File caching involves storing frequently used information in quickly accessed memory. The UNIX buffer cache is a portion of the system's memory that is allocated for file blocks that have been recently referenced. In NFS, file caching is used on the client to eliminate some RPC requests over the network and used on the server to improve data throughput. NFS maintains data integrity despite the existence of client-side and server-side caches.
The NFS redirector uses the Windows NT system cache when it opens a file for read or read/write access. When data is written to the file, it is also written to the cache.

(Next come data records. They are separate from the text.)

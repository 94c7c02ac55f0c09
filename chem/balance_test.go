package chem

import (
	"errors"
	"math"
	"strings"
	"testing"
)

func TestParseEquation(t *testing.T) {
	for text, want := range map[string]string{
		"H2+O2->H2O":                             "H2 + O2 -> H2O",
		"2H2 + O2 → 2H2O":                        "2 H2 + O2 -> 2 H2O",
		"H2 + 1/2 O2 = H2O":                      "2 H2 + O2 -> 2 H2O",
		"H2 + 0.5 O2 <=> H2O":                    "2 H2 + O2 -> 2 H2O",
		"H2 + ½O2 ⇌ H2O":                         "2 H2 + O2 -> 2 H2O",
		"H^++OH^-->H2O":                          "H^+ + OH^- -> H2O",
		"Na++Cl-->NaCl":                          "Na+ + Cl- -> NaCl",
		"Fe3+ + 3OH- -> Fe(OH)3":                 "Fe3+ + 3 OH- -> Fe(OH)3",
		"Fe 3+ + e^- -> Fe 2+":                   "Fe 3+ + e^- -> Fe 2+",
		"[Fe(CN)6]4- + Fe3+ --> [Fe(CN)6]":       "[Fe(CN)6]4- + Fe3+ -> [Fe(CN)6]",
		"2 H2O(l) -> 2 H2(g) + O2(g)":            "2 H2O(l) -> 2 H2(g) + O2(g)",
		"Fe2+(aq) + Ag+(aq) -> Fe3+(aq) + Ag(s)": "Fe2+(aq) + Ag+(aq) -> Fe3+(aq) + Ag(s)",
		"Na2CO3 + 2 HCl -> 2 NaCl + H2O + CO2↑":  "Na2CO3 + 2 HCl -> 2 NaCl + H2O + CO2",
		"CuSO4·5H2O -> CuSO4 + 5 H2O":            "CuSO4·5H2O -> CuSO4 + 5 H2O",
	} {
		got, err := ParseEquation(text)
		if err != nil || got.String() != want {
			t.Errorf("ParseEquation(%q) = %q, %v; want %q", text, got, err, want)
		}
	}
}

func TestParseEquationRefuses(t *testing.T) {
	for text, hint := range map[string]string{
		"":                    "arrow",
		"H2 + O2":             "arrow",
		"H2 + + O2 -> H2O":    "missing",
		"-> H2O":              "missing",
		"H2 + O2 -> H2O -> C": "second arrow",
		"H2 + Qq -> H2Qq":     "unknown element",
		"0 H2 + O2 -> H2O":    "nought",
		strings.Repeat("H2 + ", 2000) + "O2 -> H2O": "4000",
	} {
		_, err := ParseEquation(text)
		var refused *EquationError
		if !errors.As(err, &refused) || !strings.Contains(err.Error(), hint) {
			t.Errorf("ParseEquation(%.40q) = %v, want a refusal with %q", text, err, hint)
		}
	}
}

// Published balances beside those of worked_examples.csv: the hydrate, the half-water
// and the large coefficients are checked by hand through the element counts.
func TestBalance(t *testing.T) {
	for text, want := range map[string]string{
		"CaSO4·0.5H2O + H2O -> CaSO4·2H2O": "2 CaSO4·0.5H2O + 3 H2O -> 2 CaSO4·2H2O",
		"CdSO4·8/3H2O -> CdSO4 + H2O":      "3 CdSO4·8/3H2O -> 3 CdSO4 + 8 H2O",
		// OpenStax Chemistry 2e, 4.1, exercise on ethane.
		"C2H6 + O2 -> H2O + CO2": "2 C2H6 + 7 O2 -> 6 H2O + 4 CO2",
		// A well-known large one (R. Stout, J. Chem. Educ. 72 (1995) 1125), from memory.
		"[Cr(N2H4CO)6]4[Cr(CN)6]3 + KMnO4 + H2SO4 -> K2Cr2O7 + MnSO4 + CO2 + KNO3 + K2SO4 + H2O": "10 [Cr(N2H4CO)6]4[Cr(CN)6]3 + 1176 KMnO4 + 1399 H2SO4 -> 35 K2Cr2O7 + 1176 MnSO4 + 420 CO2 + 660 KNO3 + 223 K2SO4 + 1879 H2O",
	} {
		got, err := Balance(sure(ParseEquation(text))(t))
		if err != nil || got.String() != want {
			t.Errorf("Balance(%s) = %s, %v; want %s", text, got, err, want)
			continue
		}
		if err := got.Balanced(); err != nil {
			t.Error(err)
		}
	}
}

func TestBalanceRefuses(t *testing.T) {
	for _, test := range []struct {
		text  string
		cause error
		hint  string
	}{
		{"H2 -> O2", ErrNoBalance, "H stands on one side"},
		{"Fe^2+ -> Fe^3+", ErrNoBalance, "electrons"},
		{"H2O + O2 -> H2", ErrWrongSide, "O2 would have to change sides"},
		{"H2 + O2 -> H2O + C", ErrWrongSide, "C takes no part"},
		{"KMnO4 + H2O2 + H2SO4 -> MnSO4 + K2SO4 + O2 + H2O", ErrSeveralBalances, "2 independent"},
		{"KMnO4 + H2O2 + H2SO4 -> MnSO4 + K2SO4 + O2 + H2O", ErrSeveralBalances, "2 H2O2 -> O2 + 2 H2O"},
		{"C + O2 -> CO + CO2", ErrSeveralBalances, "2 C + O2 -> 2 CO"},
		{"C + O2 + H2 -> CO + CO2 + H2O", ErrSeveralBalances, "3 independent"},
		{"C + O2 -> CO + CO2", ErrSeveralBalances, "2 independent"},
	} {
		_, err := Balance(sure(ParseEquation(test.text))(t))
		var refused *BalanceError
		if !errors.As(err, &refused) || !errors.Is(err, test.cause) || !strings.Contains(err.Error(), test.hint) {
			t.Errorf("Balance(%s) = %v, want %v with %q", test.text, err, test.cause, test.hint)
			continue
		}
		for _, way := range refused.Ways {
			if err := way.Balanced(); err != nil {
				t.Errorf("a way of %s: %v", test.text, err)
			}
		}
	}
}

// Numbers too large for int64 in between go through the big arithmetic; both ways of
// computing have to agree where both can.
func TestNullSpaceBothWays(t *testing.T) {
	for _, text := range []string{
		"Cr2O7^2- + Fe^2+ + H^+ -> Cr^3+ + Fe^3+ + H2O", "C + O2 -> CO + CO2",
		"CuSCN + KIO3 + HCl -> CuSO4 + KCl + HCN + ICl + H2O", "H2 -> O2",
	} {
		e := sure(ParseEquation(text))(t)
		matrix, _ := e.matrix()
		width := len(e.Left) + len(e.Right)
		small, big := nullSpace(matrix, width), nullSpaceBig(matrix, width)
		if len(small) != len(big) {
			t.Errorf("%s: %v and %v", text, small, big)
			continue
		}
		for i := range small {
			for k := range small[i] {
				if small[i][k] != big[i][k] {
					t.Errorf("%s: %v and %v", text, small, big)
				}
			}
		}
	}
	huge := int64(math.MaxInt64 / 3)
	got := nullSpace([][]int64{{huge, -huge + 1, 0}, {0, huge - 4, -huge + 2}}, 3)
	if got != nil {
		t.Errorf("a vector beyond int64 came out as %v", got)
	}
}

// TestElectrons checks oxidation numbers by counts of METHODS b: dichromate takes 6,
// permanganate 5 in acid and 3 to MnO2, hypochlorite 2, a primary alcohol gives 4 to
// the acid and 2 to the aldehyde.
func TestElectrons(t *testing.T) {
	for text, want := range map[string]float64{
		"Cr2O7^2- + 14 H^+ + 6 e^- -> 2 Cr^3+ + 7 H2O":                                                  6,
		"MnO4^- + 8 H^+ + 5 e^- -> Mn^2+ + 4 H2O":                                                       5,
		"MnO4^- + 4 H^+ + 3 e^- -> MnO2 + 2 H2O":                                                        3,
		"ClO^- + H2O + 2 e^- -> Cl^- + 2 OH^-":                                                          2,
		"C5H12O + 2 NaOCl -> C5H10O2 + 2 NaCl + H2O":                                                    4,
		"C5H12O + NaOCl -> C5H10O + NaCl + H2O":                                                         2,
		"NaCl + AgNO3 -> AgCl + NaNO3":                                                                  0,
		"2 H2O2 -> 2 H2O + O2":                                                                          2,
		"5 H2O2 + 2 MnO4^- + 6 H^+ -> 2 Mn^2+ + 5 O2 + 8 H2O":                                           10,
		"3 Cl2 + 6 OH^- -> 5 Cl^- + ClO3^- + 3 H2O":                                                     5,
		"IO3^- + 5 I^- + 6 H^+ -> 3 I2 + 3 H2O":                                                         5,
		"(NH4)2Cr2O7 -> N2 + Cr2O3 + 4 H2O":                                                             6,
		"2 Na2S2O3 + I2 -> 2 NaI + Na2S4O6":                                                             2,
		"Zn + CuSO4·5H2O -> ZnSO4 + Cu + 5 H2O":                                                         2,
		"10 Fe^2+ + 2 MnO4^- + 16 H^+ -> 10 Fe^3+ + 2 Mn^2+ + 8 H2O":                                    10,
		"6 (NH4)2Fe(SO4)2 + K2Cr2O7 + 7 H2SO4 -> 3 Fe2(SO4)3 + Cr2(SO4)3 + K2SO4 + 6 (NH4)2SO4 + 7 H2O": 6,
	} {
		got, err := sure(ParseEquation(text))(t).Electrons()
		if err != nil || got != want {
			t.Errorf("Electrons(%s) = %v, %v; want %v", text, got, err, want)
		}
	}
	if _, err := sure(ParseEquation("H2 + O2 -> H2O"))(t).Electrons(); !errors.Is(err, ErrUnbalanced) {
		t.Errorf("Electrons of an unbalanced reaction: %v", err)
	}
	if _, err := sure(ParseFormula("CuFe2O4"))(t).OxidationNumbers(); !errors.Is(err, ErrUnsettled) {
		t.Errorf("two metals: %v, want ErrUnsettled", err)
	}
}

// Oxidation numbers from the rules of OpenStax Chemistry 2e, 4.2 and IUPAC (Karen et
// al., Pure Appl. Chem. 86 (2014) 1017).
func TestOxidationNumbers(t *testing.T) {
	for _, test := range []struct {
		text, symbol string
		want         float64
	}{
		{"H2S", "S", -2}, {"SO3^2-", "S", 4}, {"Na2SO4", "S", 6}, {"K2Cr2O7", "Cr", 6}, {"KMnO4", "Mn", 7}, {"H2O2", "O", -1},
		{"NaH", "H", -1}, {"LiAlH4", "H", -1}, {"OF2", "O", 2}, {"KO2", "O", -0.5}, {"K3[Fe(CN)6]", "Fe", 3}, {"Ni(CO)4", "Ni", 0},
		{"CuSCN", "Cu", 1}, {"Cu(NO3)2", "Cu", 2}, {"Fe2(SO4)3", "Fe", 3}, {"FeTiO3", "Fe", 2}, {"CrO2Cl2", "Cr", 6}, {"K2S2O8", "S", 6},
		{"C2H6O", "C", -2}, {"CH4", "C", -4}, {"CCl4", "C", 4}, {"ICl", "I", 1}, {"NaClO", "Cl", 1}, {"Na2S2O3", "S", 2}, {"O2", "O", 0},
		{"Mn(CH3COO)3", "Mn", 3}, {"Cu2CO3(OH)2", "Cu", 2}, {"(NH4)3Fe(C2O4)3", "Fe", 3}, {"C3H9ClSi", "Si", 4},
	} {
		numbers, err := sure(ParseFormula(test.text))(t).OxidationNumbers()
		if err != nil {
			t.Error(err)
			continue
		}
		for _, n := range numbers {
			if n.Symbol == test.symbol && math.Abs(n.Number-test.want) > 1e-9 {
				t.Errorf("%s in %s: %v, want %v", test.symbol, test.text, n.Number, test.want)
			}
		}
	}
}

The data is flushed to the redirector later. If an unrecoverable network error occurs while the data is being transferred to the remote server, the write request might fail. In this case, the user sees a system message.
The Windows NT cache manager also does read-ahead, in which the next file block is read in advance and stored in the buffer cache. As a result, a one-to-one mapping between an application read/write request and an NFS call does not exist.
The NFS redirector supports file locking, using the Network Lock Manager (NLM) protocol, to ensure data consistency. If file locking is disabled, data caching is enabled.
File caching is not provided on Server for NFS.